**About this task:** When you find the line with "if len(pair) != 2" among the records below, reproduce it and each line after it exactly, ending with the line with "breaks: tuple[float, ...]".

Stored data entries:
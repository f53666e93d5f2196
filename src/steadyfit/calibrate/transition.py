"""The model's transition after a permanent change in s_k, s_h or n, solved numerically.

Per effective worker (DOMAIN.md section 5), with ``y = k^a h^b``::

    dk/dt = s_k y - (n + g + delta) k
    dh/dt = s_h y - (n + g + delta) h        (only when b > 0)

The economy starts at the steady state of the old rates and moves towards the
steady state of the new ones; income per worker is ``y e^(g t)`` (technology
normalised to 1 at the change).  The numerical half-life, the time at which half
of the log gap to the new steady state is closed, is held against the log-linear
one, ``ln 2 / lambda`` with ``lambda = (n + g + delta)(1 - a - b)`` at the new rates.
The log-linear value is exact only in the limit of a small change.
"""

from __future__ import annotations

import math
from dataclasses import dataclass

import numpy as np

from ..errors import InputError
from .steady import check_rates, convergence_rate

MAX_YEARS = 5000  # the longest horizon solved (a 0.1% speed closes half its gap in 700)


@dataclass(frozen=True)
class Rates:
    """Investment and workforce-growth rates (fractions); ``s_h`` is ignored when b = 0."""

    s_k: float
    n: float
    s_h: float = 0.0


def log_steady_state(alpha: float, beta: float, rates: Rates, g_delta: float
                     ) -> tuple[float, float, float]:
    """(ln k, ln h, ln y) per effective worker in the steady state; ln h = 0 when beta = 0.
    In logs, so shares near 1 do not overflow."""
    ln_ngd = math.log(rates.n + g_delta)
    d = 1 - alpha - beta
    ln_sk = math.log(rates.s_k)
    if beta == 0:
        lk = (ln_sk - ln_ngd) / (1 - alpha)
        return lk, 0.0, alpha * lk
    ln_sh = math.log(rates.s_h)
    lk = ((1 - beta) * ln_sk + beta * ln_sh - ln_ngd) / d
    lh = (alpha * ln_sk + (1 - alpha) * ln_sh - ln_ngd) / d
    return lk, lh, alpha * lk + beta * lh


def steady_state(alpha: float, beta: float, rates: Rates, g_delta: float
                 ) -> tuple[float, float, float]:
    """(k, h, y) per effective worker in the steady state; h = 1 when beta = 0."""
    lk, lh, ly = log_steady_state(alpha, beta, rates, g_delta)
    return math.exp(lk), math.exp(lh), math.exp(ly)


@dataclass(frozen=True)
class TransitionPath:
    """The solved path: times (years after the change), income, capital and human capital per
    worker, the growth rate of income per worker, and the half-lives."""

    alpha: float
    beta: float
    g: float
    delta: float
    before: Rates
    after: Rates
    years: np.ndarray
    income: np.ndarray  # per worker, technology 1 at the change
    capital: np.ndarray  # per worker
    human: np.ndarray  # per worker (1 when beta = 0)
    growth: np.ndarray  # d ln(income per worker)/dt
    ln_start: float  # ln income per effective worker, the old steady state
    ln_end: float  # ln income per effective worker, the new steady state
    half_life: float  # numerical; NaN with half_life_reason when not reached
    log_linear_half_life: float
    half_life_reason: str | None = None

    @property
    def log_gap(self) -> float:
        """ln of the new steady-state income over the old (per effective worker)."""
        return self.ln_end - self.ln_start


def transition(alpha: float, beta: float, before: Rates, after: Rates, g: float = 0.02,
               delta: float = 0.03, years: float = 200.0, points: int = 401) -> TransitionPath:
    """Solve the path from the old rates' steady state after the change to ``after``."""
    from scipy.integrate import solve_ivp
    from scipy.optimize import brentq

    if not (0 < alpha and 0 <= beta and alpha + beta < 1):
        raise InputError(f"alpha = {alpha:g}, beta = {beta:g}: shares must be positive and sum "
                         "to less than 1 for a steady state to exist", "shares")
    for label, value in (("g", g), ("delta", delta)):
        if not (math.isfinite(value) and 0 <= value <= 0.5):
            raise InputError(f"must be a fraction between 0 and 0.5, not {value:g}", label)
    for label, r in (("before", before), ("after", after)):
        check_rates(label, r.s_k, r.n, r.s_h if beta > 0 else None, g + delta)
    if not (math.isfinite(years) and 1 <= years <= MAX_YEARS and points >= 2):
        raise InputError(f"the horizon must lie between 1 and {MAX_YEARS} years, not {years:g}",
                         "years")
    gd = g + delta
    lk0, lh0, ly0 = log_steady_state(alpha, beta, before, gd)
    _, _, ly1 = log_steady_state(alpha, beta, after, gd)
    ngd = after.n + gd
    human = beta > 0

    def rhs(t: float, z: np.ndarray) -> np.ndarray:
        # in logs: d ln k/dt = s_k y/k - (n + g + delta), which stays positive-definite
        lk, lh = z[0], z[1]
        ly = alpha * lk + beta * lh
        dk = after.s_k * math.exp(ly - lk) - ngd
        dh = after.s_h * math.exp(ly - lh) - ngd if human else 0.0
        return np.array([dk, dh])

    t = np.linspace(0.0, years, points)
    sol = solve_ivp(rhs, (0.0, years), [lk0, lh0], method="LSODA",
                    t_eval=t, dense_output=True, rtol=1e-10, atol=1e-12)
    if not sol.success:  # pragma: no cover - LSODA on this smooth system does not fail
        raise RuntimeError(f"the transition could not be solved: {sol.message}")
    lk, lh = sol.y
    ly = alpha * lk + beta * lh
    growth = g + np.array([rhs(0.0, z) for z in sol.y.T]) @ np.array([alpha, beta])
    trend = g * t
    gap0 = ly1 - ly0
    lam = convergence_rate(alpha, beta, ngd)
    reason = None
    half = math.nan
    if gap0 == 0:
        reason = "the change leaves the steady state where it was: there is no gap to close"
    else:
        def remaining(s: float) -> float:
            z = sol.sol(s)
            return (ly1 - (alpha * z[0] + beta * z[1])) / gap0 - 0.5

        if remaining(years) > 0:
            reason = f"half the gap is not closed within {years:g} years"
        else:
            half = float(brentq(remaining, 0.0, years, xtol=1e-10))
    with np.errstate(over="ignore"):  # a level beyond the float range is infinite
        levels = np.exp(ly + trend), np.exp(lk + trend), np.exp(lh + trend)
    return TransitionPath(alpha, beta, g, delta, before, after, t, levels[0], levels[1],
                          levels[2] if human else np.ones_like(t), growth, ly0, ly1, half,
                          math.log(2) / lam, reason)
==
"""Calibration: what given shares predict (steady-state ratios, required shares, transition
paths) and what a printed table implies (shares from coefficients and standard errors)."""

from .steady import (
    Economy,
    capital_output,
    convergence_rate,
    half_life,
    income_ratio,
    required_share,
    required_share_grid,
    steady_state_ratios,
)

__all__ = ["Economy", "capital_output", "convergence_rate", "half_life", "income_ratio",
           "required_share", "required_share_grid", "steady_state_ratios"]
---
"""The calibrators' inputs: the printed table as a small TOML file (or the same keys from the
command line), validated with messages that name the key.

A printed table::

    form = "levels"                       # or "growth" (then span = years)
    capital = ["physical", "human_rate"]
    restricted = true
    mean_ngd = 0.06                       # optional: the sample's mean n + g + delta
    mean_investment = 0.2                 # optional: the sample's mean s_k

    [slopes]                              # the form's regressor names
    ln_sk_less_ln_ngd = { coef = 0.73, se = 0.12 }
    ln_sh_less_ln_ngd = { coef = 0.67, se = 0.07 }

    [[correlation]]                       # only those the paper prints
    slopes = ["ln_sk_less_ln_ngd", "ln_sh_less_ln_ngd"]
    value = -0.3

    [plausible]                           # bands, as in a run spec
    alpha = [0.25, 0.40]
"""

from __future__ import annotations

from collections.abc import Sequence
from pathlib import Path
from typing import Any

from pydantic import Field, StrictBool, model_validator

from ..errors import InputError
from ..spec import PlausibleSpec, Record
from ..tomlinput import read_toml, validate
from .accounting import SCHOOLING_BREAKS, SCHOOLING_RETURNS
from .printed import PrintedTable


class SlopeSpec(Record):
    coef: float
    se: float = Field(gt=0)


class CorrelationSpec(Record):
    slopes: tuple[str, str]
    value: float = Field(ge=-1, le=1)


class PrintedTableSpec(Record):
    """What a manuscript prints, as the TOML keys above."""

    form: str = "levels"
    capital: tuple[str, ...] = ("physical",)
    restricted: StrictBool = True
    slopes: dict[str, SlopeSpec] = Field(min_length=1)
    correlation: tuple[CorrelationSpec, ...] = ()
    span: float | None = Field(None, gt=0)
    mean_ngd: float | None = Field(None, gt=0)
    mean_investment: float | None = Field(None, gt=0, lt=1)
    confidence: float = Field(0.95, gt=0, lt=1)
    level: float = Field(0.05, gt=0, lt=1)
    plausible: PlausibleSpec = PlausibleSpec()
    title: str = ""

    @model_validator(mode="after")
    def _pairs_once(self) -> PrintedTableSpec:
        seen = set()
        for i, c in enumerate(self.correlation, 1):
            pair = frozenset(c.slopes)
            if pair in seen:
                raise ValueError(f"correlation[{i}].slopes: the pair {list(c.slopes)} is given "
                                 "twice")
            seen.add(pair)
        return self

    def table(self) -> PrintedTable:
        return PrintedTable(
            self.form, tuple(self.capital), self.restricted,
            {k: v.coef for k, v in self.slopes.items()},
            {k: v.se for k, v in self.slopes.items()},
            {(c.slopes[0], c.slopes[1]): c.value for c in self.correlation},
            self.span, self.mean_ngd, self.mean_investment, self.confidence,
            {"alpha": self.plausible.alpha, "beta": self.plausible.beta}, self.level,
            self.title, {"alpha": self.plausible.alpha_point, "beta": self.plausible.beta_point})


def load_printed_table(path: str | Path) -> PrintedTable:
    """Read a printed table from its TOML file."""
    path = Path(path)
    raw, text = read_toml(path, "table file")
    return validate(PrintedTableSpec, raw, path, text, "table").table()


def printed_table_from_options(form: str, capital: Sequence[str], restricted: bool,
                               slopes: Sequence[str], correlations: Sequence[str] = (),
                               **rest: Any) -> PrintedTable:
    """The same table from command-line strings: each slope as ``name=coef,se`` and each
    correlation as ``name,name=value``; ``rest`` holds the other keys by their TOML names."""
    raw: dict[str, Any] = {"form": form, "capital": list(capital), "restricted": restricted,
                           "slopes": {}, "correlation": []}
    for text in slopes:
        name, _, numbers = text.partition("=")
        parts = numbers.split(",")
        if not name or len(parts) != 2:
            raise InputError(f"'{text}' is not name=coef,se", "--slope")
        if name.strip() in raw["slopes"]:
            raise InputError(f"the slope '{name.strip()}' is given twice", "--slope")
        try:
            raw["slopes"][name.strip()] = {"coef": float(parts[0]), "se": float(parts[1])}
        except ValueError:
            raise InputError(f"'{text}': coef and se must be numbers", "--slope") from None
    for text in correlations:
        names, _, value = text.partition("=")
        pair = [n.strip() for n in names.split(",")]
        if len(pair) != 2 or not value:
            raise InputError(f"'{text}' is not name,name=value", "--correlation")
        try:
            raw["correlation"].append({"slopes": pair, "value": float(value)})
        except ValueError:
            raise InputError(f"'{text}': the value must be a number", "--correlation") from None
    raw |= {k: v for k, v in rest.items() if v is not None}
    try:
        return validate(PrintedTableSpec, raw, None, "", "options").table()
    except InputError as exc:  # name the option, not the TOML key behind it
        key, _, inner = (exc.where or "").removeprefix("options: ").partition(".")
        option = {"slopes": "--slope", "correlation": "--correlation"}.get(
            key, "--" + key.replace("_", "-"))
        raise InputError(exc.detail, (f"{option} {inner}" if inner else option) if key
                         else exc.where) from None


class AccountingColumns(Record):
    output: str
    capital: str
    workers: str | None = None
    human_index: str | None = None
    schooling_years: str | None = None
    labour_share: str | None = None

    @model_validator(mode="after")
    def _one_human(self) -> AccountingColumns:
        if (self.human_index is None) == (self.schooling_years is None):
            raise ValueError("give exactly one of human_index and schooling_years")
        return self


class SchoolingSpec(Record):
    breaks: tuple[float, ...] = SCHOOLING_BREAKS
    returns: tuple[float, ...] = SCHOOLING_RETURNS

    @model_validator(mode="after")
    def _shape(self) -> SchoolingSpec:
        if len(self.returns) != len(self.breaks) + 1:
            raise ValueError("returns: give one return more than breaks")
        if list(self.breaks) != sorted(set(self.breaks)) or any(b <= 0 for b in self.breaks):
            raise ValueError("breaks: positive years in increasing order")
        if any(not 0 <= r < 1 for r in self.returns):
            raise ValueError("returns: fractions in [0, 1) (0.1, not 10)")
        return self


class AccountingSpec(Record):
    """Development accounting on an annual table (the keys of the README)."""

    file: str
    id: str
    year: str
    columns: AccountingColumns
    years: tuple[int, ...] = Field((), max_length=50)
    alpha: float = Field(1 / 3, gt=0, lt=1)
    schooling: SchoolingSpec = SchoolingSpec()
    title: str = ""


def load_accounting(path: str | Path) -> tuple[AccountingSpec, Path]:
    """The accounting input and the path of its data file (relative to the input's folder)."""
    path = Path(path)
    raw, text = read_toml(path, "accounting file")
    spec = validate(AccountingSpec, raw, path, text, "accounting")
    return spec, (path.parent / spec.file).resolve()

**Solution to this task:**
        if len(pair) != 2 or not value:
            raise InputError(f"'{text}' is not name,name=value", "--correlation")
        try:
            raw["correlation"].append({"slopes": pair, "value": float(value)})
        except ValueError:
            raise InputError(f"'{text}': the value must be a number", "--correlation") from None
    raw |= {k: v for k, v in rest.items() if v is not None}
    try:
        return validate(PrintedTableSpec, raw, None, "", "options").table()
    except InputError as exc:  # name the option, not the TOML key behind it
        key, _, inner = (exc.where or "").removeprefix("options: ").partition(".")
        option = {"slopes": "--slope", "correlation": "--correlation"}.get(
            key, "--" + key.replace("_", "-"))
        raise InputError(exc.detail, (f"{option} {inner}" if inner else option) if key
                         else exc.where) from None


class AccountingColumns(Record):
    output: str
    capital: str
    workers: str | None = None
    human_index: str | None = None
    schooling_years: str | None = None
    labour_share: str | None = None

    @model_validator(mode="after")
    def _one_human(self) -> AccountingColumns:
        if (self.human_index is None) == (self.schooling_years is None):
            raise ValueError("give exactly one of human_index and schooling_years")
        return self


class SchoolingSpec(Record):
    breaks: tuple[float, ...] = SCHOOLING_BREAKS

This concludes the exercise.